The five-number summary for a given set of data is a set of 5 representative numerical values obtained from the data which gives us an idea of how the data looks like and how it is distributed.
The main advantage of the 5-number summary is that instead of tediously going through the entire data we can use it to get an overview of the data at just a glance.
The 5-number summary consists of the following 5 pieces of information:
- The smallest value.
- The lower quartile (the value beneath which 25% of data values lie).
- The median (the value beneath which 50% of the data values lie).
- The lower quartile (the value beneath which 75% of data values lie).
- The highest value
Some outliers in the data may also be included in the five-number summary. This is because it contains the highest and lowest values which may turn out to be outliers.

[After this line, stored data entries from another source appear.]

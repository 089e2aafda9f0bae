/**
 * Lineage: the graph of artifacts and the tasks that made them, as recorded in the ledger.
 *
 * upstream(): what made this artifact: its producing task (command, campaign hash, tool version),
 * that task's input artifacts, theirs, ... back to artifacts no task produced (start structures).
 * downstream(): what was made from it.
 *
 * Pure functions over ledger events. Robust to imperfect ledgers: an input id that was never
 * registered is a node with status 'not_recorded'; a cycle (impossible for content hashes, but a
 * hand-edited ledger can hold one) is cut and marked; an artifact reached a second time is shown
 * once in full and then as a reference, so a deep DAG stays linear in size.
 *
 * Frames: a frame-selection file carries per-frame info keys `source_artifact` and `source_frame`.
 * An artifact event may list the distinct source artifacts of its frames in `frame_sources`; callers
 * that read the file can pass the same through `frameSources`. frameUpstream() follows one frame
 * back through such files, one hop at a time, with a caller-supplied reader.
 */
import {
  indexArtifact,
  emptyArtifactIndex,
  isArtifactId,
  type ArtifactEvent,
  type ArtifactIndex,
} from './artifacts.js';
import type { LedgerEvent } from './journal.js';

/** What the ledger says about a task, gathered from its task events (any event with a string `task`). */
export interface TaskInfo {
  id: string;
  command?: string;
  campaign_sha256?: string;
  tool_version?: string;
  /** Latest recorded `state` of the task, if task events carry one. */
  state?: string;
  /**
   * The programs its latest attempt ran (task_submitted.programs): path as written in the campaign ->
   * "sha256:<hex>" of the file or folder when the attempt started.
   */
  programs?: Record<string, string>;
  /** Number of task events seen for it. */
  events: number;
}

/** The artifact index plus what task events say. Build once with lineageGraph() and query many times. */
export interface LineageGraph extends ArtifactIndex {
  tasks: Map<string, TaskInfo>;
  /** Artifacts that name each id in their `frame_sources` (downstream edges of frame selections). */
  frameConsumers: Map<string, ArtifactEvent[]>;
}

export function emptyLineageGraph(): LineageGraph {
  return { ...emptyArtifactIndex(), tasks: new Map(), frameConsumers: new Map() };
}

/** Reducer for foldLedger: adds one event to a lineage graph. */
export function addToLineage(g: LineageGraph, e: LedgerEvent): LineageGraph {
  if (e.type === 'artifact') {
    indexArtifact(g, e);
    const fs = (e as ArtifactEvent).frame_sources;
    if (Array.isArray(fs) && typeof e.id === 'string') {
      for (const src of new Set(fs)) {
        if (typeof src !== 'string') continue;
        const l = g.frameConsumers.get(src);
        if (l) l.push(e as ArtifactEvent);
        else g.frameConsumers.set(src, [e as ArtifactEvent]);
      }
    }
    return g;
  }
  const taskId = e.task;
  if (typeof taskId === 'string') {
    let t = g.tasks.get(taskId);
    if (!t) g.tasks.set(taskId, (t = { id: taskId, events: 0 }));
    t.events++;
    if (typeof e.command === 'string') t.command = e.command;
    if (typeof e.campaign_sha256 === 'string') t.campaign_sha256 = e.campaign_sha256;
    if (typeof e.tool_version === 'string') t.tool_version = e.tool_version;
    if (typeof e.state === 'string') t.state = e.state;
    if (e.type === 'task_submitted') {
      // Each attempt says what it ran; an attempt without programs (none listed) clears an earlier one's.
      const p = e.programs;
      if (p && typeof p === 'object' && !Array.isArray(p)) t.programs = { ...(p as Record<string, string>) };
      else delete t.programs;
    }
  }
  return g;
}

export function lineageGraph(events: Iterable<LedgerEvent>): LineageGraph {
  const g = emptyLineageGraph();
  for (const e of events) addToLineage(g, e);
  return g;
}

export type Relation = 'input' | 'frame_source' | 'product';

export interface LineageNode {
  /** Artifact id ("sha256:<hex>"). */
  id: string;
  /** 'not_recorded': referenced as an input but never registered in this ledger. */
  status: 'recorded' | 'not_recorded';
  /** How this node relates to its parent in the tree (absent at the root). */
  relation?: Relation;
  /** 'repeat': already shown in full elsewhere in this tree; 'cycle': leads back to one of its own ancestors. */
  ref?: 'repeat' | 'cycle';
  /** Cut because the depth limit was reached while it still had neighbours. */
  truncated?: boolean;
  role?: string;
  path?: string;
  kind?: string;
  bytes?: number;
  /** Producing task; absent for artifacts given to the campaign (start structures). */
  task?: TaskInfo;
  /** The ledger seq of the registration shown. */
  seq?: number;
  /** Other paths/tasks under which the same content was registered. */
  also?: Array<{ path: string; task?: string; seq: number }>;
  children: LineageNode[];
}

export interface LineageOptions {
  /** Stop expanding below this depth (root = 0). Default: unlimited. */
  maxDepth?: number;
  /** Extra frame sources per artifact id (e.g. read from the selection file's source_artifact keys). */
  frameSources?: Map<string, string[]>;
}

type Source = LedgerEvent[] | LineageGraph;

function graphOf(src: Source): LineageGraph {
  return Array.isArray(src) ? lineageGraph(src) : src;
}

/** Find an artifact by id ("sha256:<hex>") or by campaign-relative path (latest registration there). */
export function resolveArtifact(src: Source, idOrPath: string): ArtifactEvent | undefined {
  const g = graphOf(src);
  if (isArtifactId(idOrPath)) return g.byId.get(idOrPath);
  const p = idOrPath.replace(/\\/g, '/').replace(/^\.\//, '');
  return g.byPath.get(p);
}

function taskInfo(g: LineageGraph, a: ArtifactEvent): TaskInfo | undefined {
  if (typeof a.task !== 'string') return undefined;
  const fromEvents = g.tasks.get(a.task);
  // The artifact event itself records the command, campaign hash and tool version that produced it.
  return {
    id: a.task,
    events: fromEvents?.events ?? 0,
    command: typeof a.command === 'string' ? a.command : fromEvents?.command,
    campaign_sha256: typeof a.campaign_sha256 === 'string' ? a.campaign_sha256 : fromEvents?.campaign_sha256,
    tool_version: typeof a.tool_version === 'string' ? a.tool_version : fromEvents?.tool_version,
    ...(fromEvents?.state !== undefined ? { state: fromEvents.state } : {}),
    ...(fromEvents?.programs !== undefined ? { programs: fromEvents.programs } : {}),
  };
}

function describeNode(g: LineageGraph, id: string, a: ArtifactEvent | undefined): LineageNode {
  if (!a) return { id, status: 'not_recorded', children: [] };
  const node: LineageNode = {
    id,
    status: 'recorded',
    role: a.role,
    path: a.path,
    ...(a.kind !== undefined ? { kind: a.kind } : {}),
    ...(a.bytes !== undefined ? { bytes: a.bytes } : {}),
    seq: a.seq,
    children: [],
  };
  const t = taskInfo(g, a);
  if (t) node.task = t;
  const regs = g.registrations.get(id) ?? [];
  const others = regs.filter((r) => r !== a);
  if (others.length) {
    node.also = others.map((r) => ({ path: r.path, ...(r.task ? { task: r.task } : {}), seq: r.seq }));
  }
  return node;
}

function upstreamEdges(g: LineageGraph, a: ArtifactEvent, opts: LineageOptions): Array<[string, Relation]> {
  const out: Array<[string, Relation]> = [];
  const seen = new Set<string>();
  for (const i of Array.isArray(a.inputs) ? a.inputs : []) {
    if (typeof i === 'string' && !seen.has(i)) {
      seen.add(i);
      out.push([i, 'input']);
    }
  }
  const fs = [...(Array.isArray(a.frame_sources) ? a.frame_sources : []), ...(opts.frameSources?.get(a.id) ?? [])];
  for (const i of fs) {
    if (typeof i === 'string' && !seen.has(i)) {
      seen.add(i);
      out.push([i, 'frame_source']);
    }
  }
  return out;
}

function downstreamEdges(g: LineageGraph, id: string): Array<[string, Relation]> {
  const out: Array<[string, Relation]> = [];
  const seen = new Set<string>();
  for (const c of g.consumers.get(id) ?? []) {
    if (!seen.has(c.id)) {
      seen.add(c.id);
      out.push([c.id, 'product']);
    }
  }
  for (const c of g.frameConsumers.get(id) ?? []) {
    if (!seen.has(c.id)) {
      seen.add(c.id);
      out.push([c.id, 'product']);
    }
  }
  return out;
}

function build(
  g: LineageGraph,
  rootId: string,
  root: ArtifactEvent | undefined,
  edges: (id: string, a: ArtifactEvent | undefined) => Array<[string, Relation]>,
  opts: LineageOptions,
): LineageNode {
  const expanded = new Set<string>();
  const onPath = new Set<string>();
  const maxDepth = opts.maxDepth ?? Infinity;
  // Iterative depth-first expansion (ledgers can be deep; avoid recursion limits).
  const rootNode = describeNode(g, rootId, root);
  type Frame = { node: LineageNode; next: Array<[string, Relation]>; i: number; depth: number };
  const stack: Frame[] = [];
  const enter = (node: LineageNode, a: ArtifactEvent | undefined, depth: number): void => {
    expanded.add(node.id);
    onPath.add(node.id);
    const next = node.status === 'recorded' ? edges(node.id, a) : [];
    if (depth >= maxDepth && next.length) {
      node.truncated = true;
      onPath.delete(node.id);
      return;
    }
    stack.push({ node, next, i: 0, depth });
  };
  enter(rootNode, root, 0);
  while (stack.length) {
    const top = stack[stack.length - 1];
    if (top.i >= top.next.length) {
      onPath.delete(top.node.id);
      stack.pop();
      continue;
    }
    const [cid, relation] = top.next[top.i++];
    const ca = g.byId.get(cid);
    const child = describeNode(g, cid, ca);
    child.relation = relation;
    top.node.children.push(child);
    if (onPath.has(cid)) {
      child.ref = 'cycle';
      continue;
    }
    if (expanded.has(cid)) {
      child.ref = 'repeat';
      continue;
    }
    enter(child, ca, top.depth + 1);
  }
  return rootNode;
}

/**
 * The upstream tree of an artifact (by id or campaign-relative path), or undefined when the ledger
 * does not know it. An id that is well-formed but unregistered gives undefined too.
 */
export function upstream(src: Source, idOrPath: string, opts: LineageOptions = {}): LineageNode | undefined {
  const g = graphOf(src);
  const a = resolveArtifact(g, idOrPath);
  if (!a) return undefined;
  return build(g, a.id, a, (_id, art) => (art ? upstreamEdges(g, art, opts) : []), opts);
}

/** The downstream tree: every artifact made (directly or not) from this one. */
export function downstream(src: Source, idOrPath: string, opts: LineageOptions = {}): LineageNode | undefined {
  const g = graphOf(src);
  const a = resolveArtifact(g, idOrPath);
  if (!a) return undefined;
  return build(g, a.id, a, (id) => downstreamEdges(g, id), opts);
}

/** Distinct artifacts with role 'start' (or no producing task and no inputs) reached upstream. */
export function roots(tree: LineageNode): LineageNode[] {
  const out = new Map<string, LineageNode>();
  const visit = (n: LineageNode): void => {
    if (n.status === 'recorded' && !n.ref && n.children.length === 0 && !n.truncated && (n.role === 'start' || !n.task)) {
      out.set(n.id, n);
    }
    n.children.forEach(visit);
  };
  visit(tree);
  return [...out.values()];
}

/** Where one frame came from: read by the caller from the frame's info keys. */
export interface FrameSource {
  source_artifact: string;
  source_frame: number;
}

export interface FrameStep {
  artifact: string;
  frame: number;
  path?: string;
  role?: string;
  task?: string;
  status: 'recorded' | 'not_recorded';
}

export interface FrameTrace {
  steps: FrameStep[];
  /** Why the trace stopped: the frame has no source keys (an origin), its artifact is unknown, a cycle, or the reader failed. */
  end: 'origin' | 'not_recorded' | 'cycle' | 'unreadable';
  message?: string;
}

/**
 * Follow one frame back through frame-selection files. `readSource(artifact, frame)` returns the
 * frame's source keys, or null when the frame carries none (it is an original). It is given the
 * artifact's registered event so it can open the file at its path.
 */
export async function frameUpstream(
  src: Source,
  idOrPath: string,
  frame: number,
  readSource: (artifact: ArtifactEvent, frame: number) => Promise<FrameSource | null>,
  maxHops = 1000,
): Promise<FrameTrace> {
  const g = graphOf(src);
  const steps: FrameStep[] = [];
  let a = resolveArtifact(g, idOrPath);
  let id = a?.id ?? idOrPath;
  let f = frame;
  const seen = new Set<string>();
  for (let hop = 0; hop < maxHops; hop++) {
    if (!a) {
      steps.push({ artifact: id, frame: f, status: 'not_recorded' });
      return { steps, end: 'not_recorded' };
    }
    steps.push({ artifact: a.id, frame: f, path: a.path, role: a.role, ...(a.task ? { task: a.task } : {}), status: 'recorded' });
    const key = `${a.id}#${f}`;
    if (seen.has(key)) return { steps, end: 'cycle' };
    seen.add(key);
    let s: FrameSource | null;
    try {
      s = await readSource(a, f);
    } catch (err) {
      return { steps, end: 'unreadable', message: (err as Error).message };
    }
    if (!s) return { steps, end: 'origin' };
    id = s.source_artifact;
    f = s.source_frame;
    a = g.byId.get(id);
  }
  return { steps, end: 'cycle', message: `stopped after ${maxHops} hops` };
}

How to calculate the five-number summary?
The procedure to calculate the five-number summary is to simply arrange our data from highest to lowest and then find the median and the lower and upper quartiles.
A five-number summary is sometimes visualized using a box plot with “whiskers” attached to it.
Example:
Calculate the five-number summary for the given set of data:
1, 3, 4, 17, 19, 21, 45, 77, 79.
Solution:
As the data is already in ascending order we clearly see that the highest and lowest values are 84 and 1 respectively.
We have N=9 observations in the given data.
Median= (N/2)th term = 4.5th term, that is the 5th term = 19
Lower quartile= (N/4)th term = 2.25th term, that is the 2nd term = 3
Upper quartile= (3N/4)th term = 6.75th term, that is the 7th term = 45.
So our five-number summary for the data is,
1 – 3 – 19 – 45 – 84.
Seven Number Summary:
Sometimes if a person desires to obtain more information about the data they use the “seven summary summary”.
The 7-number summary consists of the 2nd, 9th, 25th, 50th, 75th, 91st, and 98th percentiles and gives us a much more accurate picture as compared to the five-number summary.